Nutrients flowing into streams, rivers and the ocean from agriculture and wastewater stimulate an overgrowth of algae, which then decomposes. This results in hypoxia, or lack of oxygen, in the water, causing marine life either to flee or to die.
Some creatures, such as shrimp, suffer stunted growth. Algal blooms themselves can cause problems, as in Florida last summer when several beaches were closed after they became coated in foul-smelling green slime.
America's vast appetite for meat is driving much of this harmful pollution, according to Mighty, which blamed a small number of businesses for practices that are "contaminating our water and destroying our landscape" in the heart of the country.
"This problem is worsening and worsening and regulation isn't reducing the scope of this pollution," said Lucia von Reusner, campaign director at Mighty. "These companies' practices need to be far more sustainable. And a reduction in meat consumption is absolutely necessary to reduce the environmental burden."
The Mighty report analyzed supply chains of agribusiness and pollution trends and found that a "highly industrialized and centralized factory farm system" was resulting in vast tracts of native grassland in the midwest being converted into soy and corn to feed livestock. Stripped soils can wash away in the rain, bringing fertilisers into waterways.
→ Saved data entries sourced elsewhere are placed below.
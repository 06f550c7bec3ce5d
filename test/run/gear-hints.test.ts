import { expect, test } from 'vitest';
import { InputError } from '../../src/problems/input-error.ts';
import { runCase } from '../../src/run/run-case.ts';
import { ENGINE } from './small-engine.ts';

const GAINS = { kp_pct_per_kmh: 4, ti_s: 8 };

interface Wish {
  readonly hold: object;
  readonly drive?: object;
  readonly controller?: object;
  readonly overrides?: readonly string[];
}

/** The messages of a run on 3 km of level road, by code. */
function told({
  hold,
  drive,
  controller = GAINS,
  overrides = [],
}: Wish): (code: string) => readonly string[] {
  const text = JSON.stringify({
    track: { profile: [{ length_m: 3000, grade_pct: 0 }] },
    vehicle: {
      mass: { kerb_kg: 125, rider_kg: 75 },
      road_load: { cda_m2: 0.58, crr: 0.014 },
      drive: { ...ENGINE, ...drive },
    },
    hold,
    candidates: [{ name: 'pi', kind: 'pi', ...controller }],
  });
  const { warnings } = runCase({ file: 'case.json', read: () => new TextEncoder().encode(text), overrides });
  return (code) => warnings.filter((one) => one.code === code).map(({ message }) => message);
}

test('a set speed below the idle of its gear is told, with the speed of the gear at 1000 rpm', () => {
  // 1.2 x 3 x 3 = 10.8 turns of the engine to one of the wheel: 1000 rpm are 0.3 x 104.72 / 10.8 = 2.91 m/s, 10.5 km/h.
  const [message, ...more] = told({ hold: { set_speed_kmh: 12 } })('below-idle');
  expect(more).toEqual([]);
  expect(message).toContain('turns the engine at 1146 rpm in gear 4, below its idle of 1400 rpm');
  expect(message).toContain('10.5 km/h at 1000 rpm');
  // 14.7 km/h are 1400 rpm.
  expect(told({ hold: { set_speed_kmh: 15 } })('below-idle')).toEqual([]);
});

test('a shift that had to wait for the one before says where it was planned', () => {
  const shifts = [
    { at_km: 1, gear: 3 },
    { at_km: 1.01, gear: 4 },
  ];
  const [first, second] = told({ hold: { set_speed_kmh: 60, shifts } })('hold-cancelled');
  expect(first).not.toContain('planned');
  // 2.5 s at 60 km/h are 42 m, less what is lost in them.
  expect(second).toMatch(
    /^Hold is cancelled at km 1\.04: .* It was planned at km 1\.01, where the shift before/,
  );
});

test('a change of the gear that the case overrules is told to do nothing', () => {
  const overrides = ['vehicle.drive.gear=3'];
  const code = 'override-without-effect';
  const [message] = told({ hold: { set_speed_kmh: 60, gear: 4 }, overrides })(code);
  expect(message).toContain('The change vehicle.drive.gear=3 does nothing: the case has hold.gear: 4');
  expect(told({ hold: { set_speed_kmh: 60 }, overrides })(code)).toEqual([]);
});

test('a design beyond the throttle tells the speed of its gear at 1000 rpm', () => {
  // The final drive forgotten: 3.6 turns, and 31.4 km/h at 1000 rpm.
  const wish: Wish = {
    hold: { set_speed_kmh: 100 },
    drive: { final_ratio: 1 },
    controller: { design: { droop_kmh: 2, grade_step_pct: 6, damping: 0.8 } },
  };
  expect(() => told(wish)).toThrow(InputError);
  expect(() => told(wish)).toThrow(/gear 4 goes 31\.4 km\/h at 1000 rpm: are gear and ratios right\?/);
});
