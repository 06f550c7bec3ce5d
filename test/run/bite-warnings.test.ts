import { expect, it } from 'vitest';
import { runCase } from '../../src/run/run-case.ts';

/** A hill of 4 % under three controllers with a slip each, and one without. */
const CASE = `track: {profile: [{length_m: 800, grade_pct: 0}, {length_m: 800, grade_pct: 4}, {length_m: 400, grade_pct: 0}]}
vehicle:
  mass: {kerb_kg: 130, rider_kg: 75}
  road_load: {cda_m2: 0.55, crr: 0.014}
  drive: {kind: force, peak_force_n: 340}
hold: {set_speed_kmh: 60}
candidates:
  - {name: sound, kind: pi, kp_pct_per_kmh: 4, ti_s: 8}
  - {name: capped, kind: pi, kp_pct_per_kmh: 4, ti_s: 8, anti_windup: {kind: integral_cap, cap_pct: 100, against: summed_error}}
  - {name: whole, kind: integer, kp_pct_per_kmh: 4, ti_s: 60, speed_counts_per_kmh: 10, full_throttle_counts: 1000, gain_divisor: 256}
  - {name: creeping, kind: pi, kp_pct_per_kmh: 4, ti_s: 8, dead_band: {half_width_kmh: 0.5, inside: runs_on}}
`;

it('warns of each slip of a controller that had a say, and of none that had not', () => {
  const run = runCase({ file: 'slips.yaml', read: () => new TextEncoder().encode(CASE) });
  const slips = run.candidates.map(({ result }) => result.bites.map(({ bite }) => bite));
  expect(slips).toEqual([[], ['integral_cap'], ['increment_lost'], ['dead_band']]);
  const warning = (code: string) => run.warnings.find((told) => told.code === code);
  // ki 0.5 % per km/h s times a figure of 100 caps at 50 % of throttle: the hill asks for 60 %.
  expect(warning('integral-cap-unit')?.message).toContain('capped: in ');
  expect(warning('integral-cap-unit')!.from).toBeGreaterThanOrEqual(700);
  // Ki is 4 / 60 % per km/h s: 0.0013 counts of throttle for each count of error, whose count rounds to 0.
  expect(warning('integral-increment-lost')?.message).toContain('Ki e rounds to nothing');
  expect(warning('dead-band-integrates')?.message).toContain('creeping: in ');
  expect(run.warnings.filter(({ message }) => message.startsWith('sound:'))).toEqual([]);
});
Arkansas-based Tyson Foods is identified by the report as a "dominant" influence in the pollution, due to its market strength in chicken, beef and pork. Tyson, which supplies the likes of McDonald's and Walmart, slaughters 35m chickens and 125,000 head of cattle every week, requiring five million acres of corn a year for feed, according to the report.
This consumption resulted in Tyson generating 55m tons of manure last year, according to the Environmental Protection Agency (EPA), with 104m tons of pollutants dumped into waterways over the past decade. The Mighty research found that the highest levels of nitrate contamination correlate with clusters of facilities operated by Tyson and Smithfield, another meat supplier.